- _Task objective_: The lines to copy from the listing below are those that contain the string "parseYaml".
┏━━
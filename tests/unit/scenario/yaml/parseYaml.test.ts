import { describe, expect, test } from 'vitest';
import { parseYaml } from '../../../../src/scenario/yaml/parseYaml.ts';
import { inputOf } from '../memoryFiles.ts';

const parse = (text: string | Uint8Array) => parseYaml(inputOf('x.yaml', text));
const faultsOf = (text: string | Uint8Array) =>
  parse(text).problems.map(({ code, line, column }) => [code, line, column]);

function sound(text: string | Uint8Array) {
  const parsed = parse(text);
  if (!('yaml' in parsed)) throw new Error(JSON.stringify(parsed.problems));
  return parsed.yaml;
}

describe('a YAML file', () => {
  test('is read as YAML 1.2: times, no and leading zeros stay what they are', () => {
    expect(sound('a: 12:30\nb: no\nc: 010\nd: 2025-02-01\ne: 1e3\n').raw).toEqual({
      a: '12:30',
      b: 'no',
      c: 10,
      d: '2025-02-01',
      e: 1000,
    });
  });

  test('may be in UTF-8 with a mark, UTF-16 or Windows-1252', () => {
    const utf16 = new Uint8Array([0xff, 0xfe, ...[...'a: é'].flatMap((c) => [c.charCodeAt(0), 0])]);
    expect(sound(new Uint8Array([0xef, 0xbb, 0xbf, 0x61, 0x3a, 0x20, 0x31])).raw).toEqual({ a: 1 });
    expect(sound(utf16).raw).toEqual({ a: 'é' });
    expect(sound(new Uint8Array([0x61, 0x3a, 0x20, 0xe9])).raw).toEqual({ a: 'é' });
  });

  test('takes dangerous keys as plain keys of its own', () => {
    const raw = sound('__proto__: { polluted: 1 }\nconstructor: 2\n').raw as object;
    expect(Object.keys(raw)).toEqual(['__proto__', 'constructor']);
    expect(Object.getPrototypeOf(raw)).toBe(Object.prototype);
    expect('polluted' in {}).toBe(false);
  });

  test('may use a few references, which are values like others', () => {
    expect(sound('a: &x { b: 1 }\nc: *x\n').raw).toEqual({ a: { b: 1 }, c: { b: 1 } });
  });

  test('does not merge keys', () => {
    expect(sound('<<: { a: 1 }\n').raw).toEqual({ '<<': { a: 1 } });
  });
});

describe('places in a YAML file', () => {
  const yaml = sound('a: 1\nb:\n  c: [x, { d: 2 }]\n  e: |\n\n    35 45\n    -7 3\nf: &r\n  g: 9\nh: *r\n');

  test.each([
    [['a'], 1, 4],
    [['b', 'c', 0], 3, 7],
    [['b', 'c', 1, 'd'], 3, 15],
    [['f', 'g'], 9, 6],
    [['h', 'g'], 9, 6],
  ])('of the value at %j is %d:%d', (path, line, column) => {
    expect(yaml.place(path)).toEqual({ line, column });
  });

  test('of a missing value is the key of the section that lacks it', () => {
    expect(yaml.place(['b', 'nothing', 'deeper'])).toEqual({ line: 2, column: 1 });
  });

  test('of a key is where the key begins', () => {
    expect(yaml.keyPlace(['b', 'c', 1, 'd'])).toEqual({ line: 3, column: 12 });
  });

  test('inside a literal block are those of its lines in the file', () => {
    const place = yaml.textPlaces(['b', 'e']);
    expect(place(2, 1)).toEqual({ line: 6, column: 5 });
    expect(place(3, 4)).toEqual({ line: 7, column: 8 });
  });

  test('inside a block with an indentation indicator count the blanks that the text keeps', () => {
    const place = sound('a: |2\n    35\n  -7 3\n').textPlaces(['a']);
    expect(place(1, 3)).toEqual({ line: 2, column: 5 });
    expect(place(2, 1)).toEqual({ line: 3, column: 3 });
  });

  test('inside other texts are that of the beginning', () => {
    const place = sound('a: "35 45\\n-7 3"\n').textPlaces(['a']);
    expect(place(2, 4)).toEqual({ line: 1, column: 4 });
  });
});

describe('a file that cannot be used', () => {
  test.each([
    ['', [['file.empty', undefined, undefined]]],
    [' \n\n', [['file.empty', undefined, undefined]]],
    ['# only a comment\n', [['yaml.no-keys', 1, 1]]],
    ['- a\n- b\n', [['yaml.no-keys', 1, 1]]],
    ['just words\n', [['yaml.no-keys', 1, 1]]],
    ['a: 1\n---\nb: 2\n', [['yaml.several-documents', 2, 1]]],
    ['a: 1\n\tb: 2\n', [['yaml.syntax', 2, 1]]],
    ['a: !!binary xx\n', [['yaml.tag', 1, 4]]],
    ['a: *x\n', [['yaml.alias', 1, 4]]],
    ['a: &x [*x]\n', [['yaml.alias', 1, 8]]],
    ['? [a]\n: 1\n', [['yaml.key-not-a-word', 1, 3]]],
  ])('%j is refused with its place', (text, faults) => {
    expect(faultsOf(text)).toEqual(faults);
  });

  test('is refused for every repeated key and every bad line at once', () => {
    expect(faultsOf('a: 1\na: 2\nb: { c: 1, c: 2 }\n')).toEqual([
      ['yaml.repeated-key', 2, 1],
      ['yaml.repeated-key', 3, 12],
    ]);
    expect(faultsOf('a: @x\nb: c: d\n')).toEqual([
      ['yaml.syntax', 1, 4],
      ['yaml.syntax', 2, 4],
    ]);
  });

  test('is refused above 1 MB, unread', () => {
    const problem = parse(`a: ${'x'.repeat(1_000_000)}`).problems[0];
    expect(problem).toMatchObject({ code: 'file.too-large', allowed: '1 MB' });
  });

  test('is refused where it is no text', () => {
    expect(faultsOf(new Uint8Array([0x50, 0x4b, 3, 4, 0, 0]))).toEqual([['yaml.not-text', undefined, undefined]]);
  });

  test.each(['[', '{a: ', '- '])('is refused above 64 levels of %j, before the parser sees it', (opening) => {
    expect(faultsOf(`a: ${opening.repeat(65)}`)[0]?.[0]).not.toBe(undefined);
    expect(faultsOf(`a:\n ${opening.repeat(20_000)}`)).toEqual([['yaml.too-deep', 2, expect.any(Number)]]);
  });

  test('is refused for references by which a small file becomes a large one', () => {
    const level = (name: string, of: string) => `${name}: &${name} [${Array(9).fill(of).join(', ')}]\n`;
    const bomb = level('a', '1') + level('b', '*a') + level('c', '*b') + level('d', '*c');
    expect(faultsOf(bomb).map(([code]) => code)).toEqual(['yaml.alias']);
    expect(faultsOf(`a: &a 1\nb: [${Array(101).fill('*a').join(', ')}]\n`)).toEqual([
      ['yaml.alias', 2, expect.any(Number)],
    ]);
  });

  test('is refused quickly however many keys it has', () => {
    const text = Array.from({ length: 50_000 }, (_, i) => `k${i}: 1\n`).join('');
    expect(Object.keys(sound(text).raw as object)).toHaveLength(50_000);
  });
});

describe('advice for a syntax fault', () => {
  const hintOf = (text: string) => parse(text).problems[0]?.hint;

  test('tells of the tab, the colon and the quotes', () => {
    expect(hintOf('a: 1\n\tb: 2\n')).toMatch(/spaces/);
    expect(hintOf('name: Müller: house\n')).toMatch(/colon in quotes/);
    expect(hintOf('a: @x\n')).toMatch(/double quotes/);
  });

  test('tells how to write a table whose corner is blank', () => {
    expect(hintOf('capacity: |\n       35 45\n  -7   3 4\nb: 1\n')).toMatch(/corner/);
  });
});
┗━━
- _Answer to this exercise_:
filename tests/unit/scenario/yaml/parseYaml.test.ts
import { parseYaml } from '../../../../src/scenario/yaml/parseYaml.ts';
const parse = (text: string | Uint8Array) => parseYaml(inputOf('x.yaml', text));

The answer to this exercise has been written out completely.